His eyes twinkled at Judy and she blushed. He’d always been charm on a stick. Shame it had never meant anything.

Paul was bigger than I remembered. His shoulders were broader and he looked strong and powerful. I’d never seen him with a beard before, but with it he was even more attractive, and his hair was darker and slightly longer on top.

“Pale green it is, then,” Judy said. “When will it be ready, Debbie?”

“This time next week.”

“Perfect.”

I worked out the cost and she paid me, but before leaving she beamed up at Paul.

“Thank you.”

He was always being thanked because he just couldn’t help being nice. He gathered up lost pets and injured wild animals.

It was only me he was capable of hurting.

“Hi, Debbie,” he said when Judy had left. “You look great.”

“What do you want?”

I sounded cold, but it was nothing to how brittle I felt inside.

“To see you,” he replied. “I was hoping we could have a coffee or lunch. I’m sure Carol would let you have some time off.”

“It isn’t up to Carol. The shop is my responsibility now. I took over the lease when she retired and I live in the flat above.”

“Really?” He looked genuinely delighted. “And you run craft workshops here, too? That’s amazing, Debbie.”

The cold feeling inside me intensified. Love, longing and regret had morphed into bitterness and suspicion.

“So, lunch?”

“No, thank you.”

“Coffee, then?”

“You don’t get it, do you, Paul? I’d like you to leave.”

He looked hurt and as he turned to walk away I realised I had never stopped loving him, however much I told myself otherwise. Even more reason to keep my distance.

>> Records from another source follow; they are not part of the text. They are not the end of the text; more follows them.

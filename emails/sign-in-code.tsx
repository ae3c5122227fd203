import { Button, Heading, Text } from "@react-email/components";
import type { CSSProperties } from "react";
import { EmailLayout, emailColours } from "./email-layout";

export type SignInCodeEmailProps = {
  personName?: string;
  code: string;
  /** Absolute address of the magic link. */
  magicLink: string;
  expiresMinutes: number;
};

/**
 * The code stays out of the subject and preview line: both show on locked phone screens
 * and in shared inbox lists, the body does not.
 */
export function signInCodeSubject(_props?: SignInCodeEmailProps): string {
  return "Your Tidemark sign-in code";
}

const styles = {
  heading: { color: emailColours.ink, fontSize: "22px", fontWeight: 700, margin: "0 0 16px" },
  text: { color: emailColours.ink, fontSize: "16px", lineHeight: "24px", margin: "0 0 14px" },
  code: {
    backgroundColor: emailColours.paper,
    border: `1px solid ${emailColours.rule}`,
    borderRadius: "6px",
    color: emailColours.sea,
    fontFamily: "'SFMono-Regular', Consolas, 'Liberation Mono', monospace",
    fontSize: "30px",
    fontWeight: 700,
    lineHeight: "40px",
    letterSpacing: "0.2em",
    margin: "0 0 20px",
    padding: "12px 0",
    textAlign: "center",
  },
  button: {
    backgroundColor: emailColours.sea,
    borderRadius: "6px",
    color: "#FFFFFF",
    fontSize: "16px",
    fontWeight: 600,
    padding: "12px 20px",
    textDecoration: "none",
  },
} satisfies Record<string, CSSProperties>;

function minutes(n: number): string {
  return n === 1 ? "1 minute" : `${n} minutes`;
}

export default function SignInCodeEmail({ personName, code, magicLink, expiresMinutes }: SignInCodeEmailProps) {
  const lifetime = minutes(expiresMinutes);
  return (
    <EmailLayout preview={`Your sign-in code works for ${lifetime}.`}>
      <Heading as="h1" style={styles.heading}>
        Sign in to Tidemark
      </Heading>
      <Text style={styles.text}>{personName ? `Hello ${personName},` : "Hello,"}</Text>
      <Text style={styles.text}>Type this code on the sign-in page:</Text>
      <Text style={styles.code}>{code}</Text>
      <Text style={styles.text}>Or sign in with one click:</Text>
      <Button href={magicLink} style={styles.button}>
        Sign in to Tidemark
      </Button>
      <Text style={{ ...styles.text, marginTop: "20px" }}>
        The link only works in the browser where you asked for the code. On another device, type the code instead.
      </Text>
      {/* One string, so the text version has no rendering seams inside the sentence. */}
      <Text style={styles.text}>{`The code and the link work once and expire in ${lifetime}.`}</Text>
      <Text style={styles.text}>
        If you did not ask to sign in, you can ignore this message. Nobody can sign in without the code.
      </Text>
    </EmailLayout>
  );
}
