/**
 * The item as the therapist sees it in this attempt, and its key (never sent before grading).
 * Without option shuffling, options keep the author's order; ordering steps are always shuffled.
 */
export function presentEntry(content: ItemContent, entry: Pick<FormEntry, "itemSeed">, shuffleOptions: boolean): { presented: Presented; key: Key } {
  const { presented, key } = presentItem(content, entry.itemSeed);
  if (!shuffleOptions && (presented.kind === "single" || presented.kind === "multiple")) {
    return { presented: { ...presented, options: [...presented.options].sort((a, b) => a.id - b.id) }, key };
  }
  return { presented, key };
}

function shapeOf(presented: Presented, key: Key): FormShape {
  switch (presented.kind) {
    case "single":
    case "multiple":
      return { kind: presented.kind, optionIds: presented.options.map((o) => o.id) };
    case "ordering":
      return { kind: "ordering", stepIds: presented.steps.map((s) => s.id) };
    case "numeric":
      return { kind: "numeric", unit: presented.unit };
    case "waveform-point":
      return { kind: "waveform-point", fromS: presented.viewFromS, toS: presented.viewToS };
  }
  void key;
}

/** The live (highest published) version of a published exam of the organisation. */
export async function liveExamVersion(db: DbOrTx, orgId: string, examId: string) {
  const [row] = await db
    .select({ exam: exams, version: examVersions })
    .from(exams)
    .innerJoin(examVersions, eq(examVersions.examId, exams.id))
    .where(and(eq(exams.orgId, orgId), eq(exams.id, examId), eq(exams.status, "published"), sql`${examVersions.publishedAt} is not null`))
    .orderBy(desc(examVersions.version))
    .limit(1);
  return row ?? null;
}

/** The person's open assignment of this exam, if any (the soonest due). */
async function openAssignment(db: DbOrTx, orgId: string, personId: string, examId: string) {
  const [row] = await db
    .select()
    .from(assignments)
    .where(and(eq(assignments.orgId, orgId), eq(assignments.personId, personId), eq(assignments.examId, examId), eq(assignments.status, "open")))
    .orderBy(asc(assignments.dueOn))
    .limit(1);
  return row ?? null;
}

export type Eligibility =
  | { ok: true; attemptsUsed: number; attemptsAllowed: number; openAttemptId: string | null }
  | { ok: false; message: string; openAttemptId: string | null };

/**
 * May the person start a sitting of this exam today? Attempts are counted per cycle: since the
 * open assignment of this exam was given, or over all time when there is none.
 */
export async function eligibility(db: DbOrTx, who: Who, examId: string, version: VersionSettings, now: Date): Promise<Eligibility> {
  const today = calendarDateIn(who.timeZone, now);
  const mine = await db
    .select({ id: attempts.id, submittedAt: attempts.submittedAt, startedAt: attempts.startedAt, passed: attempts.passed })
    .from(attempts)
    .innerJoin(examVersions, eq(examVersions.id, attempts.examVersionId))
    .where(and(eq(attempts.orgId, who.orgId), eq(attempts.personId, who.personId), eq(examVersions.examId, examId)))
    .orderBy(desc(attempts.startedAt));
  const open = mine.find((a) => a.submittedAt === null);
  if (open) return { ok: true, attemptsUsed: mine.length, attemptsAllowed: version.attemptsAllowed, openAttemptId: open.id };
  if (version.availableFrom && today < version.availableFrom) return { ok: false, message: `This exam opens on ${version.availableFrom}.`, openAttemptId: null };
  if (version.availableUntil && today > version.availableUntil) return { ok: false, message: `This exam closed on ${version.availableUntil}.`, openAttemptId: null };
  const assignment = await openAssignment(db, who.orgId, who.personId, examId);
  const cycle = assignment ? mine.filter((a) => a.startedAt.getTime() >= assignment.createdAt.getTime()) : mine;
  if (!assignment && cycle.some((a) => a.passed)) return { ok: false, message: "You have passed this exam. It opens again when it is next assigned to you.", openAttemptId: null };
  if (cycle.length >= version.attemptsAllowed) {
    return { ok: false, message: `You have used all ${version.attemptsAllowed} attempts allowed. Ask your educator to assign the exam again.`, openAttemptId: null };
  }
  return { ok: true, attemptsUsed: cycle.length, attemptsAllowed: version.attemptsAllowed, openAttemptId: null };
}
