"""Equilibrium solver: Newton-Raphson in log10 concentrations with an active set of solids.

At fixed activity coefficients, chemical equilibrium is the minimum of a convex function of the log10 free
concentrations X of the components (the dual of the Gibbs energy minimisation; e.g. Smith & Missen 1982,
*Chemical Reaction Equilibrium Analysis*, ch. 6):

    Phi(X) = sum_i c_i(X) / ln10 - sum_j T_j X_j,   log10 c_i = log_k_i + sum_j a_ij (X_j + lg_j) - lg_i,

subject to the linear constraints SI_s(X) = log_ks_s + sum_j b_sj (X_j + lg_j) <= 0 for every candidate solid.
The stationarity conditions are the mass balances, with the solid amounts n_s as the Lagrange multipliers:
``sum_i a_ij c_i + sum_s b_sj n_s = T_j``; complementarity says a solid is either present and saturated
(SI = 0, n > 0) or absent and not supersaturated (SI <= 0, n = 0).

* Hydrogen ion: in fixed-pH mode X_H is held (``X_H + lg_H = -pH``) and the strong acid or base that holds it is
  the charge-balance residual; in charge-balance mode X_H is free and its "total" is fixed by electroneutrality,
  ``T_H = -sum_{j != H} z_j T_j`` (solids are neutral, so this is the proton condition).
* Solids (active set): Newton steps solve the KKT system of the equality-constrained problem for the present
  solids, from a point where their constraints hold exactly (a least-norm projection restores them whenever the
  set or the activity coefficients change); because the constraints are linear, every step keeps them, and a
  backtracking line search on Phi makes each step a descent. After each pass, solids with negative amounts leave
  and, per point, the most supersaturated solids enter (at most one per component per pass).
* Activity: Davies coefficients at the ionic strength I; I is iterated outside the Newton passes (secant on
  log10 I), the counter-ion of the acid/base that holds the pH counted as monovalent in fixed-pH mode.

Two engines solve these equations. By default a compiled kernel (:mod:`workbench.chemistry.kernel`) solves the
points one after another, each from its neighbour; any point it gives up goes to the numpy solver in this module,
which solves all points at once (numpy batches, no Python loop over points) with every safeguard below
(``engine="numpy"`` uses it alone). Either way the result is verified before it is returned: mass balance closes
to 1e-10, absent solids are not supersaturated, present solids are saturated with positive amounts, the activity
coefficients are those of the solution's ionic strength, and nothing is NaN; otherwise
:class:`~workbench.errors.ConvergenceError` names the points.
"""

from __future__ import annotations

from dataclasses import dataclass, field

import numpy as np

from workbench.chemistry import water_properties as wp
from workbench.chemistry.tableau import Tableau
from workbench.errors import ConvergenceError, ModelRangeError

LN10 = np.log(10.0)
ABSENT = -400.0  # log10 concentration used for a component whose total is zero
ACTIVITY_MODELS = ("davies", "ideal")
ENGINES = ("compiled", "numpy")
TOL_RESIDUAL = 1e-12  # scaled mass-balance residual at which a Newton pass has converged
TOL_STEP = 1e-10  # largest change of X at which a Newton pass has converged [log10 units]
NEAR_RESIDUAL = 1e-6  # scaled residual below which full Newton steps are taken without a line search
TOL_STALL = 1e-13  # change of X below which a Newton pass is at rounding level [log10 units]
TOL_IONIC = 1e-10  # |log10(I computed / I used)| at which the ionic strength has converged
TOL_SATURATION = 1e-9  # SI above which an absent solid is taken as supersaturated
TOL_MASS = 1e-10  # verified relative mass-balance error
TOL_IONIC_VERIFIED = 1e-8  # verified |log10(I of the solution / I of the activity coefficients)|
VERIFY_SATURATION = 1e-7  # verified: |SI| of a present solid, SI of an absent one at most this
FAR_START_LOG = 3.0  # a species this far (log10) above the largest total marks a start to abandon
RESTORE_PH_WEIGHT = 1e-4  # relative freedom of log10 [H+] in the saturation restore (charge-balance mode)
WAIT_PASSES = 3  # passes a solid waits after its entry made a Newton pass fail
CYCLE_GUARD = 6  # after this many changes of a point's solids, they enter one at a time
MAX_STEP_LOG = 2.0  # largest change of any species' log10 concentration in one Newton step
MAX_IONIC_STRENGTH = (
    1.5  # mol/L; beyond it the Davies equation no longer gives usable activity coefficients (it turns
)
# upward near 1.7 mol/L); between 0.5 and this limit results carry a warning
INIT_ITER = 30  # per-component steps of the initial guess
MAX_ITER = 100  # Newton iterations per pass
EARLY_DROP_ITER = 4  # after this many iterations a pass stops where a present solid has a negative amount
MAX_IONIC_HALVINGS = 6  # halvings of one ionic-strength step that a failed Newton pass may take
MAX_ROUNDS = 200  # passes (active-set and ionic-strength updates)


@dataclass
class Equilibrium:
    """Solution at N points (arrays over points first).

    Attributes
    ----------
    tableau : Tableau
    log_free : ndarray (N, m)
        log10 free concentration of each component (H+ included). [log10 mol/L]
    conc : ndarray (N, n)
        Species concentrations. [mol/L]
    log_gamma : ndarray (N, n)
        log10 activity coefficients of the species.
    solid_amount : ndarray (N, s)
        Amount of each solid formed, zero when absent. [mol/L]
    saturation_index : ndarray (N, s)
        log10 (ion activity product / solubility product) of each candidate solid.
    ionic_strength : ndarray (N,)
        [mol/L]
    ph : ndarray (N,)
        -log10 hydrogen-ion activity.
    strong_base : ndarray (N,)
        Strong base (positive, eq/L) or acid (negative) that holds the pH in fixed-pH mode; zero in
        charge-balance mode. [eq/L]
    totals : ndarray (N, m)
        Component totals used. [mol/L]
    """

    tableau: Tableau
    log_free: np.ndarray
    conc: np.ndarray
    log_gamma: np.ndarray
    solid_amount: np.ndarray
    saturation_index: np.ndarray
    ionic_strength: np.ndarray
    ph: np.ndarray
    strong_base: np.ndarray
    totals: np.ndarray
    dissolved_totals: np.ndarray | None = field(default=None, repr=False, compare=False)

    def dissolved(self) -> np.ndarray:
        """Total dissolved amount of each component (H+ column meaningless). [mol/L]

        The kernel sums it as it verifies the mass balances (``dissolved_totals``); otherwise it is computed."""
        if self.dissolved_totals is not None and self.dissolved_totals.shape[0] == self.conc.shape[0]:
            return self.dissolved_totals
        return self.conc @ self.tableau.a
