"""Reagent dose: the raw water's acidity, the titration curve, the dose for a target pH, the reagent's pH
ceiling, the sludge at a dose, residual fluoride, and a daily reagent and sludge table.

How a dose is modelled
----------------------
A dose of reagent adds the ions of its active ingredient to the water's component totals (lime: Ca; caustic:
Na; magnesium hydroxide: Mg; soda ash: 2 Na + CO3; calcium chloride: Ca + 2 Cl). The hydroxide needs no component
of its own: the pH follows from electroneutrality (the solver's charge-balance mode), and any solid that becomes
supersaturated precipitates (metal hydroxides and carbonates, gypsum, calcite, fluorite, and the reagent itself
as portlandite or brucite once the water is saturated with it).

The reactor is closed (``reactor="closed"``, the default: no CO2 is exchanged with the air) or open
(``reactor="open"``: an aerated tank, the water at equilibrium with the air's CO2 at every dose, pCO2 from
data/analysis/atmosphere.csv unless given; solved in one call per curve by a change of basis,
:mod:`workbench.chemistry.open_system`). Every result says which.

The raw water is made electroneutral first. An analysis never balances exactly, and the acidity that matters for
dosing (free mineral acid from pickling, the acid that holds metals in solution) is usually not measured as an
ion. The metals of the analysis are what the laboratory found in the water: they count in full, dissolved, with
their whole hydrolysis acidity, even where the equilibrium at the influent's pH says some would precipitate (a
supersaturated influent is the normal case; the result names the solids and their saturation indices). The
strong acid (entered as Cl-) or strong base (entered as Na+) not in the analysis is then sized in one of two ways:
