//! The `mixture` namespace and the mixture userdata: every property of a
//! [`Mixture`] reached from Lua through keyword tables
//! (`m:density{abv = 40, t = 15}`), element-wise over arrays and vectors.
//!
//! The userdata holds an `Arc<dyn Mixture>`, so the reference equation and
//! any other model (a fitted mixture, a plugin's model) are the same Lua
//! type with the same methods: make one with [`mixture_userdata`].

use std::sync::Arc;

use mlua::{AnyUserData, Lua, MetaMethod, MultiValue, Table, UserData, UserDataMethods, Value};

use super::convert::{
    bulk, common_len, composition, describe_value, Basis, Bulk, CompositionArg, Fields, Numbers,
    COMPOSITION_KEYS,
};
use super::errors::runtime;
use super::help::{add_help, add_keys, tag};
use super::limits::check_alloc;
use crate::kernel::composition::x_from_w;
use crate::kernel::prepared::StrengthBases;
use crate::kernel::{self, EthanolWater, HydrometerScale, Mixture, GLASS_ALPHA};

/// The Lua userdata of a mixture model.
#[derive(Clone)]
pub struct MixtureUd(pub Arc<dyn Mixture>);

/// A mixture userdata for any model (the reference equation, a fitted
/// mixture, a plugin's model): all `m:…` methods work on it.
pub fn mixture_userdata(lua: &Lua, model: Arc<dyn Mixture>) -> mlua::Result<AnyUserData> {
    lua.create_userdata(MixtureUd(model))
}

/// The model behind a mixture argument, for functions of other namespaces
/// that take a mixture (`func` and `arg` name it in the error).
pub fn mixture_arg(v: &Value, func: &str, arg: &str) -> mlua::Result<Arc<dyn Mixture>> {
    match v {
        Value::UserData(ud) if ud.is::<MixtureUd>() => Ok(ud.borrow::<MixtureUd>()?.0.clone()),
        other => Err(runtime(format!(
            "{func}: {arg} must be a mixture (e.g. mixture.ethanol_water()), got {}",
            describe_value(other)
        ))),
    }
}

/// Tags mixture methods `mixture:<name>` for help and completion. Every
/// mixture userdata returns the same function values from its method
/// table, so tagging those of one sample tags them for all.
pub fn tag_methods(lua: &Lua, names: &[&str]) -> mlua::Result<()> {
    let sample = mixture_userdata(lua, Arc::new(EthanolWater::new()))?;
    let get: mlua::Function = lua
        .load("local u, k = ...; return u[k]")
        .set_name("=(meniscus)")
        .into_function()?;
    for name in names {
        let f: Value = get.call((sample.clone(), *name))?;
        tag(lua, f, &format!("mixture:{name}"))?;
    }
    Ok(())
}

/// Cautions shown with every calculation that may feed a legal decision.
pub const CAUTIONS: &str = "Results are calculations from a model, not a certified measurement.\n\
For excise, labelling and other legal declarations use the officially\n\
prescribed tables, instruments and procedures, and follow local\n\
regulations. High-strength ethanol is flammable.";

const DENSITY_KEYS: &[&str] = &["w", "abm", "x", "abv", "proof", "density", "t", "t_ref"];
const STRENGTH_KEYS: &[&str] = &[
    "w",
    "abm",
    "x",
    "abv",
    "proof",
    "density",
    "t",
    "t_ref",
    "u_density",
    "u_t",
];
const PROPERTY_KEYS: &[&str] = &["w", "abm", "x", "abv", "proof", "density", "t", "t_ref"];
const HYDROMETER_KEYS: &[&str] = &["abv", "proof", "t", "alpha"];
const VOLUME_AT_KEYS: &[&str] = &[
    "w", "abm", "x", "abv", "proof", "density", "t", "t_ref", "volume", "from", "to",
];
const MIX_KEYS: &[&str] = &["v1", "v2", "m1", "m2", "t"];

const STRENGTH_FIELDS: [&str; 5] = ["w", "abm", "x", "abv", "proof"];
const STRENGTH_U_FIELDS: [&str; 10] = [
    "w", "abm", "x", "abv", "proof", "u_w", "u_abm", "u_x", "u_abv", "u_proof",
];
const MIX_FIELDS: [&str; 6] = ["w", "abv", "mass", "volume_sum", "volume", "contraction"];

/// Method names, for completion and help.
pub const METHODS: [&str; 15] = [
    "density",
    "strength",
    "convert",
    "hydrometer",
    "molar_volume",
    "pmv",
    "excess_volume",
    "apparent_volume",
    "expansion",
    "volume_at",
    "mix",
    "components",
    "validity",
    "name",
    "describe",
];

fn key_of(b: Basis) -> &'static str {
    COMPOSITION_KEYS[b as usize]
}

fn table_of<const K: usize>(
    lua: &Lua,
    names: &[&str; K],
    values: [Value; K],
) -> mlua::Result<Table> {
    let t = lua.create_table_with_capacity(0, K)?;
    for (k, v) in names.iter().zip(values) {
        t.raw_set(*k, v)?;
    }
    Ok(t)
}

/// Mass fraction for one element of a composition argument. A mass
/// fraction is passed through unchecked: every consumer (density,
/// strength, volumetric properties) checks w against the model's range
/// itself, with the same message.
#[inline]
fn w_of(m: &dyn Mixture, basis: Basis, value: f64, t_ref: f64, t_meas: f64) -> kernel::Result<f64> {
    match basis {
        Basis::W => Ok(value),
        _ => m.mass_fraction(CompositionArg::composition(basis, value, t_ref, t_meas)),
    }
}

/// Mass fractions of a density array, solved in one slice call:
/// [`Mixture::w_from_density_slice`] is vectorised for the reference
/// equation and uses a prepared inverse for other models at one
/// temperature. `None` when the argument is not a density array (or its
/// temperatures do not match it in length, left for [`bulk`] to report).
/// A bad point is reported as [`bulk`] reports it: function, 1-based
/// index, the point solve's message.
fn solved_w(
    lua: &Lua,
    m: &dyn Mixture,
    c: &CompositionArg,
    func: &str,
) -> mlua::Result<Option<Numbers>> {
    let (Basis::Density, Numbers::Many(rho)) = (c.basis, &c.value) else {
        return Ok(None);
    };
    let n = rho.len();
    let repeated;
    let t: &[f64] = match &c.t_meas {
        Numbers::Many(t) if t.len() == n => t,
        Numbers::One(t) => {
            check_alloc(lua, func, n)?;
            repeated = vec![*t; n];
            &repeated
        }
        Numbers::Many(_) => return Ok(None),
    };
    check_alloc(lua, func, n)?;
    let mut w = vec![0.0; n];
    match m.w_from_density_slice(rho, t, &mut w) {
        Ok(()) => Ok(Some(Numbers::Many(w))),
        Err(kernel::Error::AtPoint { index, source }) => {
            Err(runtime(format!("{func}: at index {}: {source}", index + 1)))
        }
        Err(e) => Err(runtime(format!("{func}: {e}"))),
    }
}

An hour later, the shop was quiet. I was leaning on the counter flicking through a supplier’s brochure when I heard footsteps.

I looked up with a smile which vanished as I saw him, a paper bag in one hand and a cappuccino in a take-away cup in the other.

“Oh, it’s you.”

“I’m not looking for forgiveness,” he said. “I haven’t come back expecting you to fall in my arms.”

“Good, because you’d be disappointed.”

“Everything’s changed round here.”

“It’s been three years. Maybe you just don’t belong here any more.”

“I don’t belong anywhere.” He sounded so sad that I felt the tiniest crack in my resolve. “This was the only place that ever felt like home, but I blew that, didn’t I?”

“Get to the point, Paul,” I said to stem the sudden rush of sympathy.

“I came back to see Max, but I wanted to see you, too.”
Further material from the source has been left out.